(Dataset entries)

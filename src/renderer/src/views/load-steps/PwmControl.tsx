// The inverter model of the load-step run (control.pwm), edited in the project through the form's
// draft like every input: averaged (the controller's voltage applied as the period's mean) or
// switching (each carrier period split at the legs' switching instants), with the carrier frequency,
// the dead time, the modulation and where the zoom window of full-resolution traces sits (the run's
// end, the first load step, or times given). Messages come from the project schema, by path, beside
// the field.
import { useId } from 'react';
import { editNumber, editSubtree, editValue, getAt, textOf, type Json } from '../../state/draft';
import { useFormStore, useFormValue } from '../../state/form-store';
import { num } from '../../components/format';
import { MODULATION_NAMES, suggestedWindow, WINDOW_HINTS, WINDOW_MODES, windowModeOf, type WindowMode } from './switching-figures';

// each option short enough for the narrow column
const SHORT: Record<string, string> = { sinusoidal: 'sinusoidal', svpwm: 'SVPWM (min-max)', dpwm1: 'DPWM1 (discontinuous)' };

const PWM = 'control.pwm';

function Messages({ path }: { path: string }) {
  const joined = useFormValue((_, issues) => Object.entries(issues).filter(([k]) => k === path).map(([, v]) => v).join('\n'));
  return joined === '' ? null : (
    <>
      {joined.split('\n').map((m) => (
        <span key={m} className="msg" role="alert" data-msg-for={path}>{m}</span>
      ))}
    </>
  );
}

function PwmNumber({ path, label, unit, placeholder, hint, emptyHint, testId }: { path: string; label: string; unit: string; placeholder: string; hint?: (v: number) => string; emptyHint?: string; testId: string }) {
  const fid = useId();
  const store = useFormStore();
  const text = useFormValue((d) => textOf(d, path));
  const bad = useFormValue((_, issues) => issues[path] !== undefined);
  const v = Number(text);
  return (
    <div className={'field' + (bad ? ' invalid' : '')}>
      <label className="label" htmlFor={fid}>{label}</label>
      <span className="control">
        <input id={fid} type="text" inputMode="decimal" spellCheck={false} data-path={path} data-testid={testId} value={text} placeholder={placeholder} aria-invalid={bad}
          onChange={(e) => {
            const t = e.target.value;
            store.update((d) => editNumber(d, path, t, true));
          }}
        />
        <span className="unit">{unit}</span>
      </span>
      {hint && text.trim() !== '' && Number.isFinite(v) && <span className="hint">{hint(v)}</span>}
      {emptyHint && text.trim() === '' && <span className="hint">{emptyHint}</span>}
      <Messages path={path} />
    </div>
  );
}

export function PwmControl() {
  const store = useFormStore();
  const hasControl = useFormValue((d) => getAt(d.tree, 'control') !== undefined);
  const model = useFormValue((d) => (getAt(d.tree, `${PWM}.model`) === 'switching' ? 'switching' : 'average'));
  const fCtrl = useFormValue((d) => getAt(d.tree, 'control.fCtrl_Hz'));
  const invMod = useFormValue((d) => getAt(d.tree, 'inverter.modulation'));
  const windowMode = useFormValue((d) => windowModeOf(getAt(d.tree, PWM)));
  const duration = useFormValue((d) => getAt(d.tree, 'scenario.duration_s'));
  const modulation = useFormValue((d) => {
    const m = getAt(d.tree, `${PWM}.modulation`);
    return typeof m === 'string' ? m : '';
  });
  if (!hasControl) return <div className="hint">Add a controller in the side panel to choose the inverter model.</div>;
  const setModel = (m: 'average' | 'switching') =>
    store.update((d) => {
      const cur = getAt(d.tree, PWM);
      const rest = cur && typeof cur === 'object' && !Array.isArray(cur) ? (cur as Record<string, Json>) : {};
      return editSubtree(d, PWM, { ...rest, model: m });
    });
  const fromInverter = invMod === 'sinusoidal' ? 'sinusoidal' : 'svpwm';
  const setWindow = (m: WindowMode) =>
    store.update((d) => {
      const cur = getAt(d.tree, PWM);
      const rest = { ...(cur && typeof cur === 'object' && !Array.isArray(cur) ? (cur as Record<string, Json>) : {}) };
      delete rest.windowAt;
      delete rest.window_s;
      if (m === 'load-step') rest.windowAt = 'load-step';
      if (m === 'times') rest.window_s = suggestedWindow(typeof duration === 'number' ? duration : null);
      return editSubtree(d, PWM, rest);
    });
  return (
    <div data-testid="pwm-control">
      <div className="field">
        <span className="label">inverter model</span>
        <span className="control" role="radiogroup" style={{ display: 'inline-flex', gap: 4 }}>
          {(['average', 'switching'] as const).map((m) => (
            <button key={m} className={'btn small' + (model === m ? ' primary' : '')} role="radio" aria-checked={model === m} data-testid={`pwm-${m}`} onClick={() => setModel(m)}>
              {m === 'average' ? 'averaged' : 'switching'}
            </button>
          ))}
        </span>
      </div>
      {model === 'switching' && (
        <>
          <PwmNumber path={`${PWM}.fsw_Hz`} label="carrier frequency" unit="Hz" testId="pwm-fsw" placeholder={typeof fCtrl === 'number' ? String(fCtrl) : ''} emptyHint="empty: the control rate" hint={(v) => `= ${num(v / 1e3)} kHz (the control rate must be 1 or 2 times it)`} />
          <PwmNumber path={`${PWM}.deadTime_s`} label="dead time" unit="s" testId="pwm-dead-time" placeholder="0" hint={(v) => `= ${num(v * 1e6)} µs`} />
          <div className="field">
            <label className="label" htmlFor="pwm-modulation">modulation</label>
            <span className="control">
              <select id="pwm-modulation" data-path={`${PWM}.modulation`} data-testid="pwm-modulation" value={modulation}
                onChange={(e) => {
                  const v = e.target.value;
                  store.update((d) => editValue(d, `${PWM}.modulation`, v === '' ? undefined : v));
                }}
              >
                <option value="">inverter's: {fromInverter === 'svpwm' ? 'SVPWM' : 'sinusoidal'}</option>
                {Object.keys(MODULATION_NAMES).map((k) => (
                  <option key={k} value={k} title={MODULATION_NAMES[k]}>{SHORT[k] ?? k}</option>
                ))}
              </select>
            </span>
            <Messages path={`${PWM}.modulation`} />
          </div>
          <div className="field">
            <label className="label" htmlFor="pwm-window-at">zoom window</label>
            <span className="control">
              <select id="pwm-window-at" data-path={`${PWM}.windowAt`} data-testid="pwm-window-at" value={windowMode} onChange={(e) => setWindow(e.target.value as WindowMode)}>
                {(Object.keys(WINDOW_MODES) as WindowMode[]).map((k) => (
                  <option key={k} value={k}>{WINDOW_MODES[k]}</option>
                ))}
              </select>
            </span>
            <span className="hint">{WINDOW_HINTS[windowMode]}</span>
            <Messages path={`${PWM}.windowAt`} />
          </div>
          {windowMode === 'times' && (
            <>
              <PwmNumber path={`${PWM}.window_s.from`} label="window from" unit="s" testId="pwm-window-from" placeholder="" hint={(v) => `= ${num(v * 1e3)} ms`} />
              <PwmNumber path={`${PWM}.window_s.to`} label="window to" unit="s" testId="pwm-window-to" placeholder="" hint={(v) => `= ${num(v * 1e3)} ms`} />
              <Messages path={`${PWM}.window_s`} />
            </>
          )}
          <Messages path={PWM} />
          <Messages path={`${PWM}.model`} />
        </>
      )}
    </div>
  );
}
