// What a switching run adds to the Load steps view: the ripple window (phase currents at full
// resolution with the applied phase voltage and the DC-link current), the ripple's envelope over the
// fundamental, the phase current's spectrum (linear or log amplitude, THD stated), the averaged and
// switching runs overlaid, and the summary card. Exports: PNG/SVG of each figure with its conditions,
// CSV of the full-resolution window.
import { useMemo, useRef, useState } from 'react';
import type { ResolvedProject } from '../../../../core/project/project';
import { CURVE, Plot, readTheme } from '../../components/Plot';
import { exportPlotImage } from '../../components/image-export';
import { num } from '../../components/format';
import { useExporter } from '../../state/exporter';
import type { SimDone } from '../../state/simulation-run';
import { runFile } from './angle-figures';
import { firstLoadEvent } from '../../../../core/project/switching-window';
import { overlayFigure, rippleEnvelopeFigure, rippleWindowFigure, spectrumFigure, switchingConditions, switchingSummary, switchingWindowCsv, windowZoom, type WindowZoom } from './switching-figures';

type Which = 'window' | 'envelope' | 'spectrum' | 'overlay';

function Exports({ save, which }: { save: (w: Which, f: 'png' | 'svg') => void; which: Which }) {
  return (
    <span className="no-print" style={{ marginLeft: 10, display: 'inline-flex', gap: 4 }}>
      <button className="btn small" onClick={() => save(which, 'png')} data-testid={`sw-${which}-png`}>PNG</button>
      <button className="btn small" onClick={() => save(which, 'svg')} data-testid={`sw-${which}-svg`}>SVG</button>
    </span>
  );
}

export function SwitchingPanel({ result, project, theme }: { result: SimDone; project: ResolvedProject; theme: 'light' | 'dark' }) {
  const exporter = useExporter();
  const [log, setLog] = useState(true);
  const [zoom, setZoom] = useState<WindowZoom>('window');
  const s = result.switching;
  const avg = result.averaged;
  const col = CURVE[theme];
  const zr = useMemo(() => (s ? windowZoom(s, zoom) : null), [s, zoom]);
  // the run's first load event (its own file: the inputs key), marked in the window when it falls there
  const loadAt = useMemo(() => {
    const sc = (runFile(result.inputsKey, project.file) as { scenario?: Parameters<typeof firstLoadEvent>[0] } | null)?.scenario;
    return sc ? firstLoadEvent(sc) : null;
  }, [result.inputsKey, project.file]);
  const marks = useMemo(() => (loadAt === null ? [] : [{ t_s: loadAt, label: `load step ${num(loadAt * 1e3)} ms` }]), [loadAt]);
  const win = useMemo(() => (s ? rippleWindowFigure(s, readTheme(), col, zr, marks) : null), [s, col, zr, marks]);
  const env = useMemo(() => (s ? rippleEnvelopeFigure(s, readTheme(), col) : null), [s, col]);
  const spec = useMemo(() => (s ? spectrumFigure(s, log, readTheme(), col) : null), [s, log, col]);
  const over = useMemo(() => (avg ? overlayFigure(avg, result, readTheme(), col) : null), [avg, result, col]);
  const els = useRef<Partial<Record<Which, HTMLDivElement | null>>>({});
  const cond = s ? switchingConditions(s) : 'switching model';
  const span = s ? `window ${num(s.window.from_s * 1e3)} to ${num(s.window.to_s * 1e3)} ms` : '';
  const shown = zr ? `4 carrier periods, ${num(zr[0], 6)} to ${num(zr[1], 6)} ms, of the ${span}` : span;
  const save = (which: Which, format: 'png' | 'svg') => {
    const el = els.current[which];
    const what = {
      window: zr ? `ripple at ia's ${zoom === 'peak' ? 'peak' : 'zero crossing'}` : 'ripple window',
      envelope: 'phase-current ripple over the fundamental',
      spectrum: `phase-current spectrum, THD ${s ? num(s.thd * 100, 3) : '–'} %`,
      overlay: 'averaged and switching runs overlaid',
    }[which];
    const more = which === 'window' ? `${cond}; ${shown}` : `${cond}; the project's load-step scenario`;
    if (el) void exportPlotImage(el, format, `switching-${which}`, project, exporter, what, [more]);
  };
  const saveCsv = () => {
    if (!s) return;
    const comments = [`# torquewise switching window; project: ${project.name || 'unnamed'}; ${cond}; ${span}; currents in A, voltage phase to neutral in V`];
    void exporter.exportAndTell('switching-csv', () => switchingWindowCsv(s, comments), 'switching-window.csv');
  };

  return (
    <div data-testid="switching-panel">
      <div className="key" data-testid="sw-conditions">
        <span>
          {cond}
          {s && (s.analysed.cycles > 0
            ? `; statistics over ${num(s.analysed.from_s * 1e3)} to ${num(s.analysed.to_s * 1e3)} ms (${s.analysed.cycles} whole fundamental periods of ${num(s.fundamental_Hz, 3)} Hz at the run's end)`
            : '; no whole fundamental period at the run\'s end: no harmonic figures')}.
          {s?.window.truncated && ' The window holds fewer samples than it spans: it stops at its sample bound.'}
        </span>
      </div>
      {!s && (
        <div className="finding warning" data-testid="sw-missing">
          This run used the switching model, but the engine reported no switching detail (ripple window, spectrum, summary): only the overlay of its traces is shown.
        </div>
      )}
      {s && (
        <>
          <div className="card">
            <h4>
              Ripple window — {span}
              <select className="no-print" style={{ marginLeft: 10, fontWeight: 400 }} value={zoom} onChange={(e) => setZoom(e.target.value as WindowZoom)} data-testid="sw-zoom" title="drag on the plot to zoom further; double-click to reset">
                <option value="window">whole window</option>
                <option value="peak">4 carrier periods at ia's peak</option>
                <option value="zero">4 carrier periods at ia's zero crossing</option>
              </select>
              <Exports save={save} which="window" />
              <button className="btn small no-print" style={{ marginLeft: 4 }} onClick={saveCsv} data-testid="sw-csv">CSV</button>
            </h4>
            {win && <Plot data={win.data} layout={win.layout} height={520} testId="switching-window-plot" elRef={(el) => (els.current.window = el)} />}
          </div>
          <div style={{ display: 'grid', gridTemplateColumns: 'minmax(0, 1fr) minmax(0, 1fr)', gap: 12 }}>
            <div className="card">
              <h4>
                Phase-current spectrum
                <label style={{ fontWeight: 400, fontSize: 12, marginLeft: 10 }}>
                  <input type="checkbox" checked={log} onChange={(e) => setLog(e.target.checked)} data-testid="sw-log" /> log scale
                </label>
                <Exports save={save} which="spectrum" />
              </h4>
              {spec && <Plot data={spec.data} layout={spec.layout} height={320} testId="switching-spectrum-plot" elRef={(el) => (els.current.spectrum = el)} />}
            </div>
            <div className="card" data-testid="sw-summary">
              <h4>Switching summary</h4>
              <table className="data">
                <tbody>
                  {switchingSummary(s).map((r) => (
                    <tr key={r.key}>
                      <td>{r.label}</td>
                      <td className="num" data-sw={r.key} data-value={r.value}>{r.text}</td>
                    </tr>
                  ))}
                </tbody>
              </table>
              <h4 style={{ marginTop: 10 }}>
                Ripple over the fundamental
                <Exports save={save} which="envelope" />
              </h4>
              {env && <Plot data={env.data} layout={env.layout} height={200} testId="switching-envelope-plot" elRef={(el) => (els.current.envelope = el)} />}
            </div>
          </div>
        </>
      )}
      <div className="card">
        <h4>
          Averaged and switching runs overlaid
          {over && <Exports save={save} which="overlay" />}
        </h4>
        {over ? (
          <Plot data={over.data} layout={over.layout} height={420} testId="switching-overlay-plot" elRef={(el) => (els.current.overlay = el)} />
        ) : (
          <div className="empty" data-testid="sw-no-averaged">No averaged run of these inputs is kept: choose “averaged”, run, then switch back and run to overlay the two.</div>
        )}
      </div>
    </div>
  );
}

■ WHAT YOU SHOULD DO:
Reproduce exactly the lines that run from the start of the records to the line with "the narrow column", both included.

■ TASK ANSWER:
filename src/renderer/src/views/load-steps/PwmControl.tsx
// The inverter model of the load-step run (control.pwm), edited in the project through the form's
// draft like every input: averaged (the controller's voltage applied as the period's mean) or
// switching (each carrier period split at the legs' switching instants), with the carrier frequency,
// the dead time, the modulation and where the zoom window of full-resolution traces sits (the run's
// end, the first load step, or times given). Messages come from the project schema, by path, beside
// the field.
import { useId } from 'react';
import { editNumber, editSubtree, editValue, getAt, textOf, type Json } from '../../state/draft';
import { useFormStore, useFormValue } from '../../state/form-store';
import { num } from '../../components/format';
import { MODULATION_NAMES, suggestedWindow, WINDOW_HINTS, WINDOW_MODES, windowModeOf, type WindowMode } from './switching-figures';

// each option short enough for the narrow column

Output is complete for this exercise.